• [The task]
Which lines of the entries contain the string "time"? Please find them and copy them.
### Data in this exercise ###
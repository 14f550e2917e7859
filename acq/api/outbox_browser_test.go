package api_test

import (
	"context"
	"net/http/httptest"
	"path/filepath"
	"strings"
	"testing"
	"time"

	"github.com/chromedp/chromedp"

	"hystd/acq/api"
	"hystd/acq/store"
	"hystd/acq/store/storetest"
)

// TestBrowserOutbox: over a real store, the page lists a quarantined loop
// with the server's reason above the runs; after a requeue the list is gone.
func TestBrowserOutbox(t *testing.T) {
	if testing.Short() {
		t.Skip("browser test: skipped with -short")
	}
	chromium := findChromium(t)
	ctx := context.Background()
	st, err := store.Open(ctx, filepath.Join(t.TempDir(), "hystd.db"))
	if err != nil {
		t.Fatal(err)
	}
	defer st.Close()
	t0 := time.Date(2026, 3, 14, 9, 0, 0, 0, time.UTC)
	if err := st.CreateRun(ctx, storetest.SampleRun("RUN-Q", t0)); err != nil {
		t.Fatal(err)
	}
	if err := st.AddLoop(ctx, storetest.SampleLoop("RUN-Q", 2, 20, t0)); err != nil {
		t.Fatal(err)
	}
	pend, err := st.Pending(ctx, 0)
	if err != nil || len(pend) != 1 {
		t.Fatalf("pending: %d, %v", len(pend), err)
	}
	reason := "HTTP 400: missing -http.pathPrefix in the requested path"
	if err := st.Quarantine(ctx, pend[0].ID, reason); err != nil {
		t.Fatal(err)
	}
	h, err := api.New(api.Options{Reader: st, Outbox: st, Token: "outbox-browser-token-1"})
	if err != nil {
		t.Fatal(err)
	}
	srv := httptest.NewServer(h)
	// Closed after the browser (cleanups run last first): its event stream
	// keeps a connection open until then.
	t.Cleanup(srv.Close)
	b := newBrowser(t, chromium)
	b.do(chromedp.Navigate(srv.URL + "/"))
	b.wait("the quarantined loop", `!document.querySelector('#outbox-box').hidden && document.querySelectorAll('#outbox-list li').length === 1`, 15*time.Second)
	if got := js[string](b, `document.querySelector('#outbox-list li').textContent`); !strings.Contains(got, "RUN-Q · loop 2") || !strings.Contains(got, reason) {
		t.Errorf("outbox entry reads %q", got)
	}
	if err := st.Requeue(ctx, pend[0].ID); err != nil {
		t.Fatal(err)
	}
	b.do(chromedp.Reload())
	b.wait("the run list", `document.querySelectorAll('#runs-list li').length === 1`, 15*time.Second)
	time.Sleep(300 * time.Millisecond) // the outbox request runs beside the run list's
	if !js[bool](b, `document.querySelector('#outbox-box').hidden`) {
		t.Error("the outbox box still shows after the requeue")
	}
}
###
• [Output for this exercise]
	"time"
	t0 := time.Date(2026, 3, 14, 9, 0, 0, 0, time.UTC)
	b.wait("the quarantined loop", `!document.querySelector('#outbox-box').hidden && document.querySelectorAll('#outbox-list li').length === 1`, 15*time.Second)
	b.wait("the run list", `document.querySelectorAll('#runs-list li').length === 1`, 15*time.Second)
	time.Sleep(300 * time.Millisecond) // the outbox request runs beside the run list's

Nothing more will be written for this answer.